Sunday, October 25, 2015

Momentum trading Treasuries - it works!



There has been significant research on momentum strategies across all major asset classes; however, the amount of effort used to investigate the efficacy of momentum strategies in fixed income has been limited. This limitation has changed with the work by J Benson Durham, Can Long-only Investors Use Momentum to Beat the US Treasury Market?". Durham shows that long-only fixed income  momentum strategies can provided excess returns and good information ratios through forming duration-neutral portfolios along the Treasury yield curve. 

Breaking up the yield curve into buckets and determining what combination of bucket to hold based on momentum while still keeping the duration the same as a long-only portfolio of Treasuries is an effective means of control for directional risk. This momentum is robust across a wide number of specifications. The author then compares the excess returns against other factors such a term structure changes to see if there are variables that can explain these excess returns from momentum. The answer found is that momentum cannot be explained by other factors.
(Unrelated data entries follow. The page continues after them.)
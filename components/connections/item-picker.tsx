import { Pressable, View } from 'react-native';
import { useState } from 'react';
import { colors, layout, radius, space } from '@/components/theme';
import { Text } from '@/components/ui/text';
import { TextField } from '@/components/ui/text-field';
import { useAssetsQuery } from '@/hooks/api/use-assets';
import { useDebouncedValue } from '@/hooks/use-debounced-value';
import { ASSET_TYPE_LABELS } from '@/shared/rules/register';
import type { Asset } from '@/shared/types/register';

/** Finds an item of one site by plant ID, name or system; `accept` leaves out items that cannot be chosen. */
export function ItemPicker({ siteId, label, accept, chosen, onChoose }: {
  siteId: number;
  label: string;
  accept: (a: Asset) => boolean;
  chosen: Asset | null;
  onChoose: (a: Asset | null) => void;
}) {
  const [q, setQ] = useState('');
  const search = useDebouncedValue(q.trim(), 250);
  const results = useAssetsQuery({ q: search, siteId, pageSize: 20, sort: 'plantId' }, search.length > 0 && !chosen);
  const items = (results.data?.items ?? []).filter(accept).slice(0, 8);
  if (chosen) {
    return (
      <View style={{ gap: space.xs }}>
        <Text variant="label" bold>{label}</Text>
        <Pressable accessibilityRole="button" accessibilityLabel={`Change ${chosen.plantId}`} onPress={() => onChoose(null)} style={rowStyle(true)} testID="picker-chosen">
          <Text bold>{`${chosen.plantId} · ${chosen.name}`}</Text>
          <Text variant="small" muted>Tap to choose another item</Text>
        </Pressable>
      </View>
    );
  }
  return (
    <View style={{ gap: space.xs }}>
      <TextField label={label} value={q} onChangeText={setQ} placeholder="Plant ID, name or system" autoCapitalize="none" testID="picker-search" />
      {search && results.data && !items.length ? <Text variant="small" muted>No item on this site matches and can take this link.</Text> : null}
      {items.map((a) => (
        <Pressable key={a.id} accessibilityRole="button" onPress={() => onChoose(a)} style={rowStyle(false)} testID={`pick-${a.plantId}`}>
          <Text bold>{`${a.plantId} · ${a.name}`}</Text>
          <Text variant="small" muted>{[ASSET_TYPE_LABELS[a.type], a.plantRoomName].filter(Boolean).join(' · ')}</Text>
        </Pressable>
      ))}
    </View>
  );
}

const rowStyle = (selected: boolean) => ({
  minHeight: layout.minTouch + 4,
  justifyContent: 'center' as const,
  paddingHorizontal: space.md,
  paddingVertical: space.xs,
  borderRadius: radius.md,
  borderWidth: 2,
  borderColor: selected ? colors.brand : colors.line,
  backgroundColor: colors.surface,
});
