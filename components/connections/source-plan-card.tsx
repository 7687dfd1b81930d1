import { MaterialCommunityIcons } from '@/components/ui/icons';
import { Link } from 'expo-router';
import { View } from 'react-native';
import { colors, space } from '@/components/theme';
import { Badge } from '@/components/ui/badge';
import { Card } from '@/components/ui/card';
import { Notice } from '@/components/ui/notice';
import { Text } from '@/components/ui/text';
import { ItemLinks } from '@/components/connections/closing-affects-notice';
import { ENERGY_SOURCE_ICONS } from '@/components/register/register-vocabulary';
import { KIND_LABELS } from '@/shared/rules/connections';
import { ENERGY_SOURCE_LABELS } from '@/shared/rules/register';
import { ISOLATION_METHOD_LABELS } from '@/shared/rules/tags';
import type { PlanPoint, SourcePlan } from '@/shared/types/connections';

const away = (d: number) => (d <= 1 ? 'next to the item' : `${d} links away`);

function PointRow({ point, n }: { point: PlanPoint; n: number }) {
  return (
    <View style={{ gap: space.xs, paddingVertical: space.xs }} testID={`plan-point-${point.item.plantId}`}>
      <View style={{ flexDirection: 'row', alignItems: 'center', gap: space.sm }}>
        <Text bold>{`${n}.`}</Text>
        <Link href={`/assets/${point.item.id}`} style={{ flex: 1, minHeight: 48, paddingVertical: space.sm }}>
          <Text bold style={{ color: colors.brand, textDecorationLine: 'underline' }}>{`${point.item.plantId} · ${point.item.name}`}</Text>
        </Link>
      </View>
      <Text variant="small">{`${KIND_LABELS[point.kind]}: ${ISOLATION_METHOD_LABELS[point.method].toLowerCase()}, ${away(point.distance)}.`}</Text>
      {point.affects.length ? (
        <Text variant="small"><Text variant="small" bold>Closing this also takes off: </Text><ItemLinks items={point.affects} /></Text>
      ) : <Text variant="small" muted>Closing this takes nothing else off, as far as the register shows.</Text>}
    </View>
  );
}

/** One energy source of a plan: its points in order from the item out, its gaps and the stored energy inside. */
export function SourcePlanCard({ plan }: { plan: SourcePlan }) {
  const label = ENERGY_SOURCE_LABELS[plan.source];
  const complete = !plan.unrecorded && !plan.gaps.length && plan.points.length > 0;
  return (
    <Card>
      <View style={{ flexDirection: 'row', alignItems: 'center', gap: space.sm, flexWrap: 'wrap' }} testID={`plan-source-${plan.source}`}>
        <MaterialCommunityIcons name={ENERGY_SOURCE_ICONS[plan.source]} size={26} color={colors.ink} />
        <Text variant="title" style={{ flex: 1 }}>{label}</Text>
        {complete ? <Badge tone="safe" icon="check-circle-outline" label="Every path cut" /> : <Badge tone="caution" icon="alert" label="Incomplete" />}
      </View>
      {plan.unrecorded ? <Notice tone="info" word="Not recorded">{plan.unrecorded}</Notice> : null}
      {plan.points.map((p, i) => <PointRow key={p.item.id} point={p} n={i + 1} />)}
      {plan.gaps.map((g) => (
        <Notice key={g.supply.id} tone="danger" word="Gap">
          <Text>{g.message}</Text>
          <Text variant="small">{`Path: ${g.path.map((i) => i.plantId).join(' → ')}`}</Text>
        </Notice>
      ))}
      {plan.storedEnergy.length ? (
        <Notice tone="caution" word="Stored energy">
          <Text>Inside the isolation: vent, drain or discharge before work, and prove it.</Text>
          <ItemLinks items={plan.storedEnergy} />
        </Notice>
      ) : null}
    </Card>
  );
}
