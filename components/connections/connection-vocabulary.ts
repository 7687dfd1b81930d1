import type { MaterialCommunityIcons } from '@/components/ui/icons';
import type { ComponentProps } from 'react';
import { colors } from '@/components/theme';
import type { Medium } from '@/shared/rules/connections';

type IconName = ComponentProps<typeof MaterialCommunityIcons>['name'];

/** Each medium's glyph; lines in the diagram also carry the medium's name, so colour is never the only cue. */
export const MEDIUM_ICONS: Record<Medium, IconName> = {
  gas: 'fire',
  oil: 'oil',
  electrical: 'flash',
  'heating-flow': 'arrow-right-thick',
  'heating-return': 'arrow-left-thick',
  'hot-water': 'water-thermometer',
  'cold-water': 'water',
  'mains-water': 'water-pump',
  refrigerant: 'snowflake',
  'compressed-air': 'weather-windy',
};

// Line colours for the diagram: kept apart from the ISO 3864 safety colours, which mark item states.
export const MEDIUM_LINES: Record<Medium, { stroke: string; dash?: string }> = {
  gas: { stroke: colors.ink },
  oil: { stroke: colors.ink, dash: '2 4' },
  electrical: { stroke: colors.inkMuted, dash: '8 4' },
  'heating-flow': { stroke: colors.brand },
  'heating-return': { stroke: colors.brand, dash: '6 3' },
  'hot-water': { stroke: colors.brand, dash: '2 3' },
  'cold-water': { stroke: colors.focus },
  'mains-water': { stroke: colors.focus, dash: '6 3' },
  refrigerant: { stroke: colors.focus, dash: '2 3' },
  'compressed-air': { stroke: colors.inkMuted, dash: '2 3' },
};
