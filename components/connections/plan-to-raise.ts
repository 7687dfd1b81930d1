import { newPoint, type RaiseValues } from '@/components/tags/raise-form-values';
import type { IsolationPlan } from '@/shared/types/connections';

/**
 * A raise form filled from an isolation plan: the planned sources ticked and one point per planned isolating item
 * with its method, nearest first. Every field stays editable; a gap in the plan adds nothing, so the engineer
 * records how that path is isolated on site.
 */
export function withPlan(values: RaiseValues, plan: IsolationPlan | undefined): RaiseValues {
  if (!plan || values.kind !== 'isolation') return values;
  const seen = new Set<number>();
  const points = plan.sources.flatMap((s) => s.points).filter((p) => !seen.has(p.item.id) && seen.add(p.item.id))
    .map((p) => ({ ...newPoint({ id: p.item.id, plantId: p.item.plantId, name: p.item.name }), method: p.method }));
  return {
    ...values,
    energySources: plan.sources.map((s) => s.source),
    points: points.length ? points : values.points,
  };
}
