import { describe, expect, it } from 'vitest';
import { layout } from '@/components/theme';
import { palettes, type ColorName, type ColorScheme } from '@/components/theme/palette';

// WCAG 2.1 "relative luminance": sRGB channels linearised, then 0.2126 R + 0.7152 G + 0.0722 B.
function luminance(hex: string): number {
  const [r, g, b] = [1, 3, 5].map((i) => parseInt(hex.slice(i, i + 2), 16) / 255).map((c) => (c <= 0.04045 ? c / 12.92 : ((c + 0.055) / 1.055) ** 2.4));
  return 0.2126 * r + 0.7152 * g + 0.0722 * b;
}

// WCAG 2.1 "contrast ratio": (L1 + 0.05) / (L2 + 0.05), L1 the lighter.
function contrast(a: string, b: string): number {
  const [hi, lo] = [luminance(a), luminance(b)].sort((x, y) => y - x);
  return (hi + 0.05) / (lo + 0.05);
}

// Text on the backgrounds it is drawn on across components/ui: body and muted text on pages, cards, sunk rows and
// the tinted notices; words on filled buttons and badges; links and quiet buttons; the side navigation.
const TEXT_PAIRS: [fg: ColorName, bg: ColorName][] = [
  ['ink', 'paper'], ['ink', 'surface'], ['ink', 'surfaceSunk'],
  ['ink', 'dangerSoft'], ['ink', 'cautionSoft'], ['ink', 'mandatorySoft'], ['ink', 'safeSoft'],
  ['inkMuted', 'paper'], ['inkMuted', 'surface'], ['inkMuted', 'surfaceSunk'],
  ['brandInk', 'brand'], ['brandInk', 'danger'], ['brandInk', 'mandatory'], ['cautionInk', 'caution'],
  ['brand', 'surface'], ['brand', 'paper'], ['paper', 'ink'], ['danger', 'surface'],
];

// Icons and borders that carry state next to their word: the notice and badge edges and the focus ring.
const NON_TEXT_PAIRS: [fg: ColorName, bg: ColorName][] = [
  ['danger', 'dangerSoft'], ['mandatory', 'mandatorySoft'], ['safe', 'safeSoft'], ['focus', 'surface'], ['focus', 'paper'],
];

describe('theme colours', () => {
  for (const scheme of ['light', 'dark'] as ColorScheme[]) {
    const p = palettes[scheme];
    it(`${scheme}: every text colour on its background reaches 4.5:1`, () => {
      for (const [fg, bg] of TEXT_PAIRS) {
        // WCAG 2.1 SC 1.4.3 Contrast (Minimum), level AA: 4.5:1 for normal-size text
        expect({ pair: `${fg} on ${bg}`, ratio: contrast(p[fg], p[bg]) >= 4.5 }).toEqual({ pair: `${fg} on ${bg}`, ratio: true });
      }
    });
    it(`${scheme}: state icons and the focus ring reach 3:1 against what is next to them`, () => {
      for (const [fg, bg] of NON_TEXT_PAIRS) {
        // WCAG 2.1 SC 1.4.11 Non-text Contrast, level AA: 3:1
        expect({ pair: `${fg} on ${bg}`, ok: contrast(p[fg], p[bg]) >= 3 }).toEqual({ pair: `${fg} on ${bg}`, ok: true });
      }
    });
  }

  it('computes the reference ratios of the WCAG formula', () => {
    // WCAG 2.1 definition of contrast ratio: black on white is 21:1, a colour on itself 1:1
    expect(contrast('#000000', '#ffffff')).toBeCloseTo(21, 5);
    expect(contrast('#777777', '#777777')).toBe(1);
    // from memory: #767676 on white is the classic lightest grey that passes 4.5:1 (≈4.54)
    expect(contrast('#767676', '#ffffff')).toBeCloseTo(4.54, 2);
  });

  it('keeps touch targets at 48 px for gloved hands', () => {
    // WCAG 2.1 SC 2.5.5 Target Size asks 44 CSS px; common practice, no published source: 48 for gloves
    expect(layout.minTouch).toBeGreaterThanOrEqual(48);
  });

  it('has the same colour names in both schemes', () => {
    expect(Object.keys(palettes.dark).sort()).toEqual(Object.keys(palettes.light).sort());
  });
});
Investors who use momentum across different maturity buckets will be rewarded versus just holding the market basket of Treasuries. Futures traders have known this for some time. Once yield markets start to move in a specific direction they will usually continue in that direction. Additionally, there is value in trading different maturities. Different maturities do not all trade the same and a basket of momentum trades will add value. These same results also occur in the UK bond market but not carry-over to the Japanese bond market. 

This work just adds to our knowledge that momentum is a risk factor that cuts across all asset classes and careful research that tries to correlate momentum with other economic risk factors will usually come up empty-handed.